Recorded data
"""Small, bounded moves of one actuator after the other, and what they say of order, sign, torque constant and encoder.

The robot hangs clear of the floor, its ball free in its cage. The moves are open loop: nothing that an encoder says
makes the torque larger. A push lasts for a few tenths of a second at the most, with a small share of the rated torque.
"""

from __future__ import annotations

import math
from collections.abc import Generator

import numpy as np

from ballbal_ros.bring_up.hand_turns import EncoderMap
from ballbal_ros.bring_up.pulse import BRAKE, Record
from ballbal_ros.errors import BallbalError
from ballbal_ros.robot.arrays import Array
from ballbal_ros.robot.drive import Drive

GREATEST_SHARE = 0.15
"""No push is allowed more than this share of an actuator's rated torque."""
_LEVELS = (0.25, 0.5, 1.0)
_TRAVEL, _MOVED, _TOO_FAR = 0.4, 0.05, 6.0
_SHORTEST, _LONGEST = 0.04, 0.4
_STILL, _STILL_FOR, _PATIENCE = 0.004, 0.15, 4.0


class SmallMoves:
    """Gives each tick's efforts, and gathers what comes of them. Feed :meth:`tick` with every ``drive_states``.

    ``answers``: per actuator as commanded, the records of a push one way and the other; empty for one that moved
    nothing. ``saying``: what it does now.
    """

    def __init__(self, drive: Drive, ball_inertia: float, encoders: EncoderMap, share: float = 0.05) -> None:
        """``share`` of each actuator's ``effort_limit`` that is never exceeded."""
        if not 0.0 < share <= GREATEST_SHARE:
            raise BallbalError("--share", f"is {share:g}", f"it takes more than 0 and at most {GREATEST_SHARE:g}")
        self.drive, self.ball_inertia, self._encoders = drive, ball_inertia, encoders
        self._most = share * drive.effort_limit
        self.model = expected_response(drive, ball_inertia)
        self._none = np.zeros(len(drive.names))
        self.answers: list[list[Record]] = [[] for _ in drive.names]
        self.largest = np.zeros(len(drive.names))
        self.smallest_step = np.full(len(drive.names), np.inf)
        self.period = math.inf
        self.done, self.saying = False, "waits until all is still"
        self._now, self._reading, self._last = -math.inf, self._none, self._none
        self._step = self._run()

    def tick(self, now: float, reading: Array) -> Array:
        """Efforts [n], N m, that answer the encoders' angles [n], rad, at ``now``, s; zeros once it is done.

        Raises :class:`BallbalError` where something turns much further than it should.
        """
        if not np.isfinite(reading).all():
            raise BallbalError("drive_states", f"has the angles {reading.tolist()}", "mend the driver")
        if self.done or now <= self._now:
            # One that came before is answered as before.
            return self._last.copy()
        if math.isfinite(self._now):
            self._look_at_steps(now, reading)
        self._now, self._reading = now, reading.copy()
        try:
            self._last = np.clip(next(self._step), -self._most, self._most)
        except StopIteration:
            self.done, self.saying, self._last = True, "done", self._none
        return self._last.copy()

    def _look_at_steps(self, now: float, reading: Array) -> None:
        self.period = min(self.period, now - self._now)
        step = np.abs(reading - self._reading)
        self.smallest_step = np.where(step > 1e-9, np.minimum(self.smallest_step, step), self.smallest_step)

    def _run(self) -> Generator[Array, None, None]:
        yield from self._rest()
        for index, name in enumerate(self.drive.names):
            for level in _LEVELS:
                effort = level * float(self._most[index])
                self.saying = f"{name}: {effort:.2g} N m, there and back"
                forth = yield from self._push(index, effort)
                if forth is None:
                    continue
                back = yield from self._push(index, -effort)
                self.answers[index] = [record for record in (forth, back) if record is not None]
                break

    def _push(self, index: int, effort: float) -> Generator[Array, None, Record | None]:
        """Push, brake and rest; returns the record, None where nothing moved enough to tell."""
        accelerates = float(self.model[index, index]) * abs(effort)
        push = min(max(math.sqrt(_TRAVEL / accelerates), _SHORTEST), _LONGEST)
        began, first = self._now, self._encoders.true_angle(self._reading)
        self.largest[index] = max(self.largest[index], abs(effort))
        times, angles = [0.0], [first]
        efforts = self._none.copy()
        while self._now - began < push * (1.0 + BRAKE):
            efforts[index] = effort if self._now - began < push else -effort
            yield efforts.copy()
            times.append(self._now - began)
            angles.append(self._encoders.true_angle(self._reading))
            self._check_way(angles[-1] - first)
        yield from self._rest()
        turned = np.nanmax(np.abs(np.array(angles) - first), initial=0.0)
        # The command changed at ticks, not at any instant.
        switched = next((t for t in times if t >= push), push)
        return Record(np.array(times), np.array(angles), effort, switched) if turned >= _MOVED else None

    def _rest(self) -> Generator[Array, None, None]:
        """No torque until nothing has turned for a while."""
        began, since, at = self._now, self._now, self._reading
        while self._now - since < _STILL_FOR:
            yield self._none.copy()
            if np.abs(self._reading - at).max() > _STILL:
                since, at = self._now, self._reading
            if self._now - began > _PATIENCE:
                raise BallbalError(
                    "drive_states",
                    f"the ball still turns {_PATIENCE:g} s after the last push",
                    "hold it still; if it turns by itself, the drive is not in torque mode",
                )

    def _check_way(self, way: Array) -> None:
        if np.nanmax(np.abs(way), initial=0.0) > _TOO_FAR:
            raise BallbalError(
                "drive_states",
                f"an actuator turned by more than {_TOO_FAR:g} rad in a push meant for {_TRAVEL:g}",
                "is the drive in torque mode, in N m at the wheel? mend that first",
            )


def expected_response(drive: Drive, ball_inertia: float) -> Array:
    """A [n, n], rad/s²/(N m): acceleration of actuator j for an effort of actuator i, the ball free in its cage."""
    turning = ball_inertia * np.eye(3) + drive.reflected_inertia
    return np.asarray(drive.rate_map @ np.linalg.solve(turning, drive.rate_map.T))
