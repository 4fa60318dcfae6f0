"""A lean plan's table goes through its nodes and is smooth; its uses say what floor and drive really have to give."""

import attrs
import numpy as np
import pytest

from ballbal_ros.errors import PlanRefused
from ballbal_ros.motion.lean_plan import REFERENCE_WIDTH, LeanPlan, Prediction, Use, predicted_uses
from ballbal_ros.motion.lean_planner import plan_lean
from ballbal_ros.motion.plan_request import BallMotion, PlanRequest
from ballbal_ros.robot.balance_rows import GRAVITY
from helpers.robots import compensation, reach, shelver

LEAN, LEAN_RATE, BALL, BALL_RATE = slice(0, 2), slice(2, 4), slice(4, 6), slice(6, 8)
TORQUE, LEAN_ACCELERATION, BALL_ACCELERATION = slice(10, 13), slice(13, 15), slice(15, 17)


@pytest.fixture(scope="module")
def plan() -> LeanPlan:
    """`reach` with a short lead-in, so that the ball moves too, while the heading turns a little."""
    times = np.linspace(0.0, 1.6, 161)
    s = times[:, None] / 1.6 * [0.0, 0.0, 1.0]
    turned = 0.2 * s**3 * (10 - 15 * s + 6 * s**2)
    turning = 6.0 * s**2 * (1 - s) ** 2 / 1.6
    ball = BallMotion(times, turned, turning, 12.0 * s * (1 - s) * (1 - 2 * s) / 1.6**2)
    return plan_lean(reach().body(), PlanRequest(reach().path(), 0.3, ball=ball), compensation())


def test_the_table_goes_through_the_nodes(plan: LeanPlan):
    """At the grid's own times the table has the plan's values, rates, torques and accelerations."""
    table = plan.table(float(plan.times[1]))
    assert table.shape == (len(plan.times), REFERENCE_WIDTH)
    for columns, values in (
        (LEAN, plan.lean),
        (LEAN_RATE, plan.lean_rate),
        (BALL, plan.ball),
        (BALL_RATE, plan.ball_rate),
        (TORQUE, plan.torque),
        (LEAN_ACCELERATION, plan.lean_acceleration),
        (BALL_ACCELERATION, plan.ball_acceleration),
    ):
        np.testing.assert_allclose(table[:, columns], values, atol=1e-10)
    np.testing.assert_allclose(table[:, 8], plan.heading, atol=1e-12)
    np.testing.assert_allclose(table[:, 9], plan.heading_rate, atol=1e-12)


def test_between_the_nodes_the_table_is_twice_differentiable(plan: LeanPlan):
    """Rates are the positions' derivatives everywhere, and change by accelerations like those of the nodes."""
    period = 1e-4
    table = plan.table(period)
    for value, rate, at_nodes in (
        (LEAN, LEAN_RATE, plan.lean_acceleration),
        (BALL, BALL_RATE, plan.ball_acceleration),
        (slice(8, 9), slice(9, 10), plan.heading_acceleration[:, None]),
    ):
        middle = 0.5 * (table[1:, rate] + table[:-1, rate])
        np.testing.assert_allclose(np.diff(table[:, value], axis=0) / period, middle, atol=1e-5)
        acceleration = np.diff(table[:, rate], axis=0) / period
        every = round(float(plan.times[1]) / period)
        np.testing.assert_allclose(acceleration[::every], at_nodes[:-1], atol=0.02 * np.abs(at_nodes).max() + 0.02)


@pytest.mark.parametrize("period", [0.002, 0.003, 0.007])
def test_the_table_covers_the_plan_at_any_period(plan: LeanPlan, period: float):
    """At any loop period the table has a row for each tick within the plan, and agrees with a finer one."""
    table, fine = plan.table(period), plan.table(0.001)
    assert len(table) == int(plan.duration / period + 1e-9) + 1
    np.testing.assert_allclose(table, fine[:: round(period * 1000)][: len(table)], atol=1e-9)


def test_torque_can_be_read_ahead(plan: LeanPlan):
    """With `torque_ahead` the torque alone is that of a later time, and stays what it is past the end."""
    now, ahead = plan.table(0.002), plan.table(0.002, torque_ahead=0.006)
    np.testing.assert_allclose(ahead[:-3, TORQUE], now[3:, TORQUE], atol=1e-9)
    np.testing.assert_allclose(ahead[-3:, TORQUE], np.tile(plan.torque[-1], (3, 1)), atol=1e-9)
    np.testing.assert_array_equal(np.delete(ahead, TORQUE, axis=1), np.delete(now, TORQUE, axis=1))


def test_the_uses_are_the_peaks_of_the_plan(plan: LeanPlan):
    """Peak lean, torque, travel and speed are the largest of the plan's own values, against the robot's limits."""
    uses = {use.name: use for use in plan.uses}
    assert uses["peak lean"].value == pytest.approx(np.degrees(np.hypot(*plan.lean.T).max()))
    assert uses["peak lean"].limit == pytest.approx(np.degrees(shelver().parameters.limits.lean))
    assert uses["drive torque"].value == pytest.approx(np.abs(plan.torque[:, :2]).max())
    assert uses["ball travel"].value == pytest.approx(1e3 * np.hypot(*plan.ball.T).max())
    assert uses["ball speed"].value == pytest.approx(np.hypot(*plan.ball_rate.T).max())
    assert all(use.ok for use in plan.uses)
    assert uses["torsion use"].value > 0.01


def still(samples: int, **changes: np.ndarray) -> Prediction:
    """A robot that stands upright and still on its ball."""
    mass = reach().body().mass
    none = np.zeros((samples, 2))
    stands = Prediction(
        np.zeros((samples, 3)), np.tile([0.0, 0.0, mass * GRAVITY], (samples, 1)), none, none, none, none
    )
    return attrs.evolve(stands, **changes)


def uses_of(prediction: Prediction) -> dict[str, float]:
    return {use.name: use.value for use in predicted_uses(prediction, shelver(), compensation().acceptance)}


def test_floor_and_drive_give_what_the_motion_takes():
    """Friction use is the force on body and ball over friction times weight; efforts are the drive's."""
    rng, mass, ball = np.random.default_rng(3), reach().body().mass, shelver().parameters.ball
    push, acceleration, torque, lean = rng.normal(size=(4, 5, 2))
    force = np.column_stack((30.0 * push, np.full(5, mass * GRAVITY)))
    torque = np.column_stack((20.0 * torque, np.zeros(5)))
    uses = uses_of(still(5, force=force, ball_acceleration=acceleration, torque=torque))
    sideways = np.hypot(*(force[:, :2] + ball.mass * acceleration).T)
    weight = (mass + ball.mass) * GRAVITY
    assert uses["friction use"] == pytest.approx(sideways.max() / (shelver().parameters.floor.friction * weight))
    effort = [np.abs(shelver().drive.effort(each) / shelver().drive.effort_limit).max() for each in torque]
    assert uses["actuator effort use"] == pytest.approx(max(effort))
    # A torque about the body's own leaning axis takes the same efforts as it does upright.
    tilted = np.array([[0.0, 0.3]])
    about_body = np.array([[np.cos(0.3) * 10.0, 0.0, -np.sin(0.3) * 10.0]])
    leant, upright = still(1, lean=tilted, torque=about_body), still(1, torque=np.array([[10.0, 0.0, 0.0]]))
    assert uses_of(leant)["actuator effort use"] == pytest.approx(uses_of(upright)["actuator effort use"])


def test_torsion_is_the_spin_torque_over_what_the_floor_bears():
    """Torsion use is |torque about z| over the floor's torsion times its load."""
    load = (reach().body().mass + shelver().parameters.ball.mass) * GRAVITY
    bears = shelver().parameters.floor.torsion * load
    torque = np.array([[0.0, 0.0, -0.5 * bears]])
    assert uses_of(still(1, torque=torque))["torsion use"] == pytest.approx(0.5)


def test_a_plan_beyond_its_limits_is_refused_for_the_worst_of_them(plan: LeanPlan):
    """A plan is refused by its worst use, with value, unit and limit in one line; NaN is beyond any limit."""
    uses = (
        Use("peak lean", 12.0, 20.0, "deg"),
        Use("drive torque", 50.0, 32.0, "N m"),
        Use("friction use", 0.8, 0.75, ""),
    )
    with pytest.raises(PlanRefused, match=r"^reach: would need drive torque 50 N m; its limit is 32 N m: .*lead-in$"):
        attrs.evolve(plan, uses=uses).refuse_beyond_limits("reach")
    attrs.evolve(plan, uses=uses[:1]).refuse_beyond_limits("reach")
    with pytest.raises(PlanRefused, match="peak lean nan deg"):
        attrs.evolve(plan, uses=(Use("peak lean", float("nan"), 20.0, "deg"),)).refuse_beyond_limits("reach")
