"""The signature of one setup: why its as-staked shots lie off the design as they do.

Every cause, small and gross, is weighed on the same shots (see weigh); what cannot
be told apart is answered as a set with the shot that would tell. Generalised
likelihood ratio with Schwarz's penalty (1978), random effects for the setup; from
memory.
"""

from __future__ import annotations

import math
from collections.abc import Iterable, Sequence
from dataclasses import dataclass

import numpy as np
from numpy.typing import ArrayLike

from geometry import checked
from geometry.checked import Array
from geometry.errors import WrongShape
from geometry.signature.consensus import consensus
from geometry.signature.describe import Said, describe, mark_name
from geometry.signature.findings import Cause, Signature
from geometry.signature.gross import gross_hypotheses
from geometry.signature.hypotheses import Hypothesis
from geometry.signature.judge import credible, matters, probabilities, verdict
from geometry.signature.kinds import Kind
from geometry.signature.next_shot import next_shot
from geometry.signature.setups import Setup, effects, noise
from geometry.signature.small import small_hypotheses
from geometry.signature.weigh import Evidence, Fit, evidence, weigh
from geometry.signature.words import METRES, Words, stakes
from geometry.verdicts import Verdict

FEWEST = 4
"""Fewer shots tell no pattern from chance."""

_PROMISING = 0.35
_MOST_GROSS = 12
_EXPLAINED = 0.6


@dataclass(frozen=True, slots=True, eq=False)
class Weighed:
    """A hypothesis with its fit."""

    hypothesis: Hypothesis
    fit: Fit


def signature(
    design: ArrayLike,
    shots: ArrayLike,
    setups: Sequence[Setup] = (),
    *,
    marks: ArrayLike = (),
    mark_names: Sequence[str] = (),
    tolerance_m: float = 0.015,
    point_m: float = 0.003,
    common_m: float = 0.0,
    from_grid_origin: bool = False,
    known: Iterable[Hypothesis] = (),
    candidates: ArrayLike = (),
    words: Words = METRES,
    rng: np.random.Generator,
) -> Signature:
    """Read the residuals of shots (n, 2) of design points (n, 2), paired by row.

    `setups` are the one that staked and the one that shot, as far as known; `marks`
    (m, 2) the control a crew could have taken by mistake. `point_m` is the standard
    deviation of setting and marking a point, `common_m` that of a common shift owed
    to no setup. `known` are causes with a known field, `candidates` (c, 2) places
    where another shot could be taken. All E, N in metres. `rng` draws the pairs of
    the consensus search and nothing else.

    >>> from geometry.signature import setup
    >>> rng = np.random.default_rng(1)
    >>> design = rng.uniform(10, 80, (12, 2))
    >>> ray = design / np.hypot(*design.T)[:, None]
    >>> shots = design + 0.03 * ray + rng.normal(0, 0.002, (12, 2))
    >>> far = [(-20.0, -15.0), (5.0, -30.0)]
    >>> found = signature(design, shots, [setup((0, 0))], candidates=far, rng=rng)
    >>> found.kind.value, found.verdict.value
    ('prism constant', 'fail')

    Fewer than four shots are not tested. Raises WrongShape when rows do not pair,
    NotFinite, OutOfRange.
    """
    plan, seen = checked.points("design", design), checked.points("shots", shots)
    if plan.shape != seen.shape:
        raise WrongShape(
            "Every shot needs its design point.",
            where=f"{len(plan)} design points, {len(seen)} shots.",
        )
    tolerance = checked.positive("tolerance_m", tolerance_m)
    control = checked.points("marks", marks)
    spots = checked.points("candidates", candidates)
    if len(plan) < FEWEST:
        return _not_tested(len(plan))
    fixed_setups = tuple(setups)
    blocks = noise(fixed_setups, plan, checked.positive("point_m", point_m))
    ev = evidence(seen - plan, blocks, *effects(fixed_setups, plan, common_m))
    tried = _weigh_all(
        ev,
        plan,
        seen,
        [
            *small_hypotheses(
                fixed_setups, plan.mean(axis=0), from_grid_origin=from_grid_origin
            ),
            *known,
        ],
        gross_hypotheses(fixed_setups, control, plan, seen),
        _reach(blocks, ev, fixed_setups, plan, common_m),
        rng,
    )
    names = _Names(fixed_setups, tuple(mark_names), words)
    causes = _causes(tried, plan, names)
    found = credible(causes)
    by_cause = {id(c): w for c, w in zip(causes, tried, strict=True)}
    best = by_cause[id(found[0])] if found else _nothing(tried)
    shot = None
    if len(found) > 1:
        pair = [by_cause[id(c)] for c in found[:2]]
        shot = next_shot(
            (pair[0].hypothesis, pair[0].fit),
            (pair[1].hypothesis, pair[1].fit),
            spots,
            fixed_setups,
            plan,
            point_m=point_m,
            words=words,
        )
    answer = verdict(found, tolerance)
    spent = len(best.fit.parameters) + best.hypothesis.spent
    return Signature(
        verdict=answer,
        causes=found if answer is not Verdict.PASS else (),
        weighed=tuple(causes),
        wild=np.flatnonzero(best.fit.wild),
        used=len(plan),
        redundancy=2 * int((~best.fit.wild).sum()) - spent,
        would_see_m=_would_see(tried, plan),
        next_shot=shot if answer is Verdict.AMBIGUOUS else None,
        reason=_reason(answer, found, best.fit, len(plan), tolerance, words),
    )


@dataclass(frozen=True, slots=True)
class _Names:
    setups: tuple[Setup, ...]
    marks: tuple[str, ...]
    words: Words

    def setup(self, number: int | None) -> str:
        if number is None:
            return "the setup"
        return self.setups[number].name or "the setup"


def _weigh_all(
    ev: Evidence,
    plan: Array,
    seen: Array,
    small: Iterable[Hypothesis],
    gross: Iterable[Hypothesis],
    reach: Array,
    rng: np.random.Generator,
) -> list[Weighed]:
    """Small causes all, gross ones where enough shots agree, most probable first."""
    tried = _weighed(ev, plan, small)
    tried += _weighed(ev, plan, _promising(gross, plan, seen - plan, reach))
    if max(w.fit.share for w in tried) < _EXPLAINED:
        tried += _weighed(ev, plan, consensus(plan, seen, reach, rng))
    return sorted(tried, key=lambda w: w.fit.loss)


def _weighed(
    ev: Evidence, plan: Array, hypotheses: Iterable[Hypothesis]
) -> list[Weighed]:
    found = []
    for one in hypotheses:
        fixed, free = one.fixed_at(plan), one.free_at(plan)
        fit = weigh(ev, fixed, free, spent=one.spent, rarity=one.rarity)
        if fit is not None and _within(fit.parameters, one.limits):
            found.append(Weighed(one, fit))
    return found


def _within(parameters: Array, limits: tuple[float, ...]) -> bool:
    return not limits or bool((np.abs(parameters) <= limits).all())


def _promising(
    gross: Iterable[Hypothesis], plan: Array, residuals: Array, reach: Array
) -> list[Hypothesis]:
    """Blunders under which enough shots come near, the best dozen."""
    ranked = []
    for one in gross:
        left = residuals - one.fixed_at(plan)
        share = float((np.hypot(left[:, 0], left[:, 1]) < reach).mean())
        if share >= _PROMISING:
            ranked.append((share, one))
    ranked.sort(key=lambda pair: -pair[0])
    return [one for _, one in ranked[:_MOST_GROSS]]


def _reach(
    blocks: Array, ev: Evidence, setups: tuple[Setup, ...], plan: Array, common_m: float
) -> Array:
    """How far (n,) an honest shot may lie off, setup effects included; metres."""
    fields, variances = effects(setups, plan, common_m)
    spread = np.einsum("nqm,m->n", fields**2, variances)
    reach = np.sqrt(ev.cut * (np.einsum("nii->n", blocks) + spread))
    return np.asarray(reach)


def _causes(tried: Sequence[Weighed], plan: Array, names: _Names) -> list[Cause]:
    chances = probabilities([w.fit.loss for w in tried])
    return [
        _cause(w, float(chance), plan, names)
        for w, chance in zip(tried, chances, strict=True)
    ]


def _cause(w: Weighed, probability: float, plan: Array, names: _Names) -> Cause:
    one, fit = w.hypothesis, w.fit
    field = one.fixed_at(plan) + one.free_at(plan) @ fit.parameters
    effect = float(np.hypot(field[:, 0], field[:, 1]).max())
    parameters = fit.parameters + np.array(one.base) if one.base else fit.parameters
    said = Said(
        parameters=tuple(parameters.tolist()),
        effect_m=effect,
        setup=names.setup(one.setup),
        mark=mark_name(names.marks, one.mark),
        about=one.about,
        words=names.words,
    )
    sentence = describe(one.kind, said)
    return Cause(
        kind=one.kind,
        parameters=parameters,
        covariance=fit.covariance,
        probability=probability,
        loss=fit.loss,
        effect_m=effect,
        share=fit.share,
        setup=one.setup,
        mark=one.mark,
        about=one.about,
        sentence=sentence[0].upper() + sentence[1:],
    )


def _nothing(tried: Sequence[Weighed]) -> Weighed:
    return next(w for w in tried if w.hypothesis.kind is Kind.NOTHING)


def _would_see(tried: Sequence[Weighed], plan: Array) -> float | None:
    """The worst of the one-parameter causes: its least effect seen four times in five."""
    worst = None
    for w in tried:
        if len(w.fit.parameters) != 1 or w.hypothesis.spent:
            continue
        field = w.hypothesis.free_at(plan)[:, :, 0]
        reach = float(np.hypot(field[:, 0], field[:, 1]).max())
        threshold = math.sqrt(6.9 + math.log(2 * len(plan)))
        least = (threshold + 0.8416) * math.sqrt(w.fit.covariance[0, 0]) * reach
        worst = least if worst is None else max(worst, least)
    return worst


def _reason(
    answer: Verdict,
    found: Sequence[Cause],
    fit: Fit,
    count: int,
    tolerance_m: float,
    words: Words,
) -> str:
    wild = int(fit.wild.sum())
    alone = (
        f" {stakes(wild).capitalize()} off on {'its' if wild == 1 else 'their'} own."
    )
    tail = alone if wild else ""
    if answer is Verdict.FAIL:
        return found[0].sentence + tail
    if answer is Verdict.AMBIGUOUS:
        rest = " Or: ".join(cause.sentence for cause in found)
        return (
            f"One of {len(found)} causes, not told apart by these shots. {rest}{tail}"
        )
    if found and not any(matters(cause, tolerance_m) for cause in found):
        size = words.length(max(cause.effect_m for cause in found))
        return (
            f"{found[0].sentence} At most {size}, below a third of the "
            f"tolerance: it does not matter.{tail}"
        )
    return f"Nothing systematic in {stakes(count)}.{tail}"


def _not_tested(count: int) -> Signature:
    return Signature(
        verdict=Verdict.NOT_TESTED,
        causes=(),
        weighed=(),
        wild=np.zeros(0, dtype=np.int64),
        used=count,
        redundancy=0,
        would_see_m=None,
        next_shot=None,
        reason=f"{stakes(count).capitalize()}: too few to show a pattern; shoot at "
        f"least {FEWEST}.",
    )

Your goal
Which lines above contain the word "spread"? Copy each one.

Exercise solution
    spread = np.einsum("nqm,m->n", fields**2, variances)
    reach = np.sqrt(ev.cut * (np.einsum("nii->n", blocks) + spread))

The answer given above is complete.